Esta guerra se podría haber evitado. Apenas el día 26 de febrero cuando los enviados de Trump, Steve Witkoff y Jared Kushner, así como los enviados por el gobierno de Irán para negociar un acuerdo que evitará la confrontación militar habían reportado “progreso significativo” y negociaciones “muy serias y prolongadas”, anunciando que reanudarían las negociaciones en breve. Sin embargo, por segunda ocasión y en medio de negociaciones, Trump ordenó el inicio de la guerra.

No es exageración, no se puede confiar en la palabra ni en los compromisos que asume el líder de la Casa Blanca en nombre del pueblo estadounidense. No se le puede creer “ni poquitito”.

Las consecuencias de esta guerra le impondrán a Estados Unidos y al mundo, un incontenible impacto económico negativo pero también un peligroso costo político.

En el plano doméstico, la inflación, el alza del precio de la gasolina, la luz, el gas, los alimentos, la vivienda, y la educación no se detendrá. También se verán afectadas la bolsa de valores y las acciones que se venden y se intercambian.

Sin duda, pronto se le dirá al pueblo estadounidense que la única manera de “defender” a Estados Unidos de Irán es cancelando por completo las próximas elecciones de mitad de mandato. Debemos estar atentos y preparados para ese momento.

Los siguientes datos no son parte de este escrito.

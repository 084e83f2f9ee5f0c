"""One typed line, and what becomes of it: an unsaved Reading, or a refusal that says what was expected.

A line is refused only when it can't be understood (a code nobody stated, a unit that doesn't fit, digits that aren't a
number, a time that doesn't exist). A value that can be understood and is hard to believe is kept, with a mark.
"""

from __future__ import annotations

import datetime as dt
from dataclasses import dataclass, field

from chemistry import errors, unit_tables, units
from plant.intake import ground as grounds
from plant.intake import moments, numbers
from plant.readings import models
from plant.works import parameters

NOT_STATED = "reason not stated"
STATISTICS = ("reading", "day_min", "day_max", "day_mean")
CHLORINES = ("free_chlorine", "total_chlorine", "combined_chlorine")


@dataclass(frozen=True)
class Typed:
    """One line as it came: text throughout."""

    site: str
    timestamp: str
    parameter: str
    value: str
    unit: str
    qualifier: str = ""
    method: str = ""
    by: str = ""
    note: str = ""
    sample: str = ""
    statistic: str = ""
    replaces: str = ""


@dataclass(frozen=True)
class Refusal:
    """A line that was not taken: where, what was read, what was expected. ``parameter`` is set when nobody knows it."""

    line: int
    read: str
    expected: str
    parameter: str = ""
    field: str = ""


@dataclass(frozen=True)
class Taken:
    """A line that was understood. ``replaces`` asks that it stand in place of what is recorded for the same sample."""

    line: int
    reading: models.Reading
    replaces: bool = False
    remarks: tuple[str, ...] = field(default=())


class _Refused(Exception):
    def __init__(self, field: str, read: str, expected: str, parameter: str = "") -> None:
        super().__init__(expected)
        self.field, self.read, self.expected, self.parameter = field, read, expected, parameter


def read_line(typed: Typed, ground: grounds.Ground, *, line: int) -> Taken | Refusal:
    """What becomes of one line."""
    try:
        return _read(typed, ground, line)
    except _Refused as problem:
        return Refusal(line, problem.read, problem.expected, problem.parameter, problem.field)


def _read(typed: Typed, ground: grounds.Ground, line: int) -> Taken:
    moment = _moment(typed.timestamp, ground)
    known = ground.parameter(typed.parameter.strip(), moment.at)
    if known is None:
        name = typed.parameter.strip()
        raise _Refused("parameter", f"parameter {name!r}", "a parameter this works knows", parameter=name)
    site = _site(typed.site, known, ground, moment.at)
    number = _number(typed, ground)
    reading = models.Reading(
        site=site,
        parameter=known.name,
        taken_at=moment.at,
        date_only=moment.date_only,
        typed=_short("value", typed.value.strip(), 80),
        typed_unit=_short("unit", typed.unit.strip(), 24),
        statistic=_statistic(typed.statistic),
        sample=_short("sample", typed.sample.strip(), 40),
        method=_short("method", typed.method.strip(), 60),
        by_name=_short("by", typed.by.strip(), 80),
        note=_short("note", typed.note.strip(), 2000),
        marks=[],
    )
    replaces = _replaces(typed)
    remark = ""
    # The unit is looked at even where there is no number: a wrong one says that the line is not what it seems.
    unit = kept = ""
    if typed.unit.strip() or isinstance(number, numbers.Number):
        unit, kept = _unit(typed.unit, known, site, ground, moment.at)
    if number is None:
        reading.state = models.Reading.State.NOT_TAKEN
        reading.note = reading.note or NOT_STATED
    elif isinstance(number, numbers.Words):
        reading.state = models.Reading.State.WORDS
    else:
        reading.value_text = _canonical(number.text, unit, known, kept)
        reading.value = float(reading.value_text)
        reading.unit, reading.qualifier = kept, number.qualifier
        reading.marks = ground.doubts(reading, known, pointed=number.pointed)
        remark = ground.remark(unit, known.name)
    return Taken(line, reading, replaces, (remark,) if remark else ())


def _moment(typed: str, ground: grounds.Ground) -> moments.Moment:
    try:
        return ground.moment(typed)
    except moments.NotATime as problem:
        raise _Refused("timestamp", f"timestamp {typed.strip()!r}", problem.expected) from None


def _site(typed: str, known: parameters.Parameter, ground: grounds.Ground, at: dt.datetime) -> str:
    code = ground.site(typed)
    kind = ground.site_kind(code, at)
    if kind is None:
        raise _Refused("site", f"site {code!r}", "the code of a sample point, meter, vessel or dosing point of this works")
    # Water is also looked at inside a vessel (the temperature of a product, the pH of a brine).
    allowed = known.sites + ((parameters.VESSEL,) if parameters.SAMPLE_POINT in known.sites else ())
    if kind not in allowed:
        kinds = " or ".join(item.replace("_", " ") for item in known.sites)
        raise _Refused("parameter", f"{known.name} at {kind.replace('_', ' ')} {code}", f"{known.name} at a {kinds}")
    return code


def _number(typed: Typed, ground: grounds.Ground) -> numbers.Number | numbers.Words | None:
    try:
        number = numbers.read(typed.value, decimal=ground.decimal)
    except numbers.NotANumber as problem:
        raise _Refused("value", f"value {typed.value.strip()!r}", problem.expected) from None
    qualifier = typed.qualifier.strip()
    if not qualifier:
        return number
    if qualifier not in ("<", ">"):
        raise _Refused("qualifier", f"qualifier {qualifier!r}", "< or > or nothing")
    if not isinstance(number, numbers.Number):
        return number
    if number.qualifier not in ("", qualifier):
        raise _Refused("qualifier", f"value {typed.value.strip()!r} with qualifier {qualifier!r}", "one qualifier")
    return numbers.Number(number.text, qualifier, number.pointed)


def _unit(
    typed: str,
    known: parameters.Parameter,
    site: str,
    ground: grounds.Ground,
    at: dt.datetime,
) -> tuple[str, str]:
    """The unit read, and the unit the value is kept in."""
    unit = ground.unit(typed)
    try:
        return unit, ground.kept_unit(unit, known, site, at)
    except grounds.WrongUnit as problem:
        raise _Refused("unit", f"unit {unit!r} for {known.name}", f"one of: {problem.accepted}") from None


def _canonical(text: str, unit: str, known: parameters.Parameter, kept: str) -> str:
    if unit == kept or (not unit and kept in ("%", "g/L")):
        return text
    own = kept if known.name not in unit_tables.PARAMETERS or known.name in grounds.BY_METER else None
    try:
        out = units.canonical_text(text, unit, known.name, own)
    except errors.ChemistryError as problem:
        raise _Refused("value", f"value {text!r} {unit}", str(problem)) from None
    if len(out) > numbers.LONGEST:
        raise _Refused("value", f"value {text!r} {unit}", "a number with fewer digits")
    return out


def _statistic(typed: str) -> str:
    name = typed.strip() or STATISTICS[0]
    if name not in STATISTICS:
        raise _Refused("statistic", f"statistic {name!r}", "one of: " + ", ".join(STATISTICS))
    return name


def _replaces(typed: Typed) -> bool:
    text = typed.replaces.strip().lower()
    if text in ("", "no"):
        return False
    if text != "yes":
        raise _Refused("replaces", f"replaces {typed.replaces.strip()!r}", "yes, no or nothing")
    if not typed.note.strip():
        raise _Refused("note", "replaces yes without a note", "the reason for the correction in the column note")
    return True


def _short(field: str, text: str, most: int) -> str:
    if len(text) > most:
        raise _Refused(field, f"{field} of {len(text)} characters", f"at most {most} characters")
    if "\x00" in text:
        raise _Refused(field, f"{field} with a NUL character", "text")
    return text
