"""Changes to what is in the book: each is an entry of its own, with who, when and why, beside what it changes."""

from __future__ import annotations

import datetime as dt
from collections.abc import Sequence
from typing import Any

from django.db import transaction

from plant.intake import actions, ground, lines, numbers, records
from plant.ledger.models import Book, Row
from plant.readings import actions as readings
from plant.readings import models
from plant.stock import actions as stock
from plant.works import actions as works_actions
from plant.works.stated import Stated


class NotReadable(ValueError):
    """The corrected value can't be taken; the message says what was read and what was expected."""


def correct(
    *,
    book: Book,
    stated: Stated,
    reading: models.Reading,
    typed: dict[str, str],
    reason: str,
    by: Any,
    now: dt.datetime,
    client_id: str,
) -> actions.Taken:
    """Puts a new value, unit, time or note in the place of a reading.

    ``typed`` has value, unit, timestamp, note, method; an empty value with a note is "not taken". Raises NotReadable,
    readings.AlreadyCorrected, readings.ReasonMissing.
    """
    here = ground.Ground(
        stated,
        stated.calendar(now),
        history=records.history_of(book),
        spelling=ground.Spelling(decimal=numbers.POINT if stated.works(now).units == "us" else numbers.EITHER),
    )
    found = lines.read_line(
        lines.Typed(
            site=reading.site,
            timestamp=typed.get("timestamp", ""),
            parameter=reading.parameter,
            value=typed.get("value", ""),
            unit=typed.get("unit", ""),
            note=typed.get("note", ""),
            method=typed.get("method", reading.method),
            sample=reading.sample,
            statistic=reading.statistic,
        ),
        here,
        line=1,
    )
    if isinstance(found, lines.Refusal):
        raise NotReadable(f"read {found.read}; expected {found.expected}")
    received = {"corrects": reading.ref, "typed": typed, "reason": reason}
    return _change(
        book,
        client_id,
        "correction",
        received,
        lambda: readings.correction(old=reading, new=found.reading, reason=reason),
        by,
        now,
    )


def void(
    *,
    book: Book,
    reading: models.Reading,
    reason: str,
    by: Any,
    now: dt.datetime,
    client_id: str,
) -> actions.Taken:
    """Says that a reading never was. Raises readings.AlreadyCorrected, readings.ReasonMissing."""
    received = {"voids": reading.ref, "reason": reason}
    return _change(book, client_id, "void", received, lambda: readings.void(old=reading, reason=reason), by, now)


def settle(
    *,
    book: Book,
    reading: models.Reading,
    decision: str,
    reason: str,
    by: Any,
    now: dt.datetime,
    client_id: str,
) -> actions.Taken:
    """Says whether a doubtful reading stands. Raises readings.AlreadyCorrected, ReasonMissing, NothingToSettle."""
    received = {"settles": reading.ref, "decision": decision, "reason": reason}
    return _change(
        book,
        client_id,
        "settlement",
        received,
        lambda: readings.settlement(book=book, reading=reading, decision=decision, reason=reason),
        by,
        now,
    )


def reverse(
    *,
    book: Book,
    movement: Any,
    reason: str,
    by: Any,
    now: dt.datetime,
    client_id: str,
) -> actions.Taken:
    """Takes ``movement``, a delivery or transfer, out of the reckoning. Raises stock.AlreadyReversed, stock.ReasonMissing."""
    received = {"reverses": movement.ref, "reason": reason}
    return _change(book, client_id, "reversal", received, lambda: stock.reversal(old=movement, reason=reason), by, now)


def _change(
    book: Book,
    client_id: str,
    kind: str,
    received: Any,
    rows: Any,
    by: Any,
    now: dt.datetime,
) -> actions.Taken:
    """Makes the rows and appends them while the book is held, so that of two people the second sees the first."""
    with transaction.atomic():
        works_actions.hold(book)
        # Sent again, it is recognised before anybody asks whether it can still be done.
        made: Sequence[Row] = [] if actions.known(book, client_id) else rows()
        taken = actions.take(
            book=book, client_id=client_id, kind=kind, received=received, rows=made, by=by, now=now, judge=False
        )
    return actions.judge_taken(book=book, taken=taken, by=by)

En otra clara violación a la Constitución, Trump ha ido a la guerra sin el voto del Congreso, sin debate público y sin que se haya presentado al pueblo estadounidense una justificación de su necesidad. Trump ha ido a la guerra con un pueblo que mayoritariamente rechaza esa aventura bélica teniendo como único aliado a Israel y sin ningún plan para el futuro.

Peor aún, esta guerra está siendo liderada por hombres y mujeres increíblemente poco fiables: incompetentes, extremistas, corruptos y deshonestos. En ninguno de ellos, desde Donald Trump hasta Pete Hegseth y Marco Rubio, se puede confiar. Su probada incompetencia podría lanzarnos hacia el abismo.

Nunca ha habido una acción militar en la que los hombres que la lideran hayan tenido menos estatura moral e integridad que este grupo. Juntos, son los más incapaces de los incapaces. Una banda de bufones, belicistas y mentirosos. Son un equipo de perdedores y criminales, protectores de pedófilos, fascistas, fanáticos religiosos e hipócritas armamentísticos que están jugando un juego mortal no solo con las vidas de la juventud estadounidense sino con las de todo mundo. Estamos parados frente al precipicio.

*Juan José Gutiérrez es director de la Coalición Derechos Plenos para los Inmigrantes.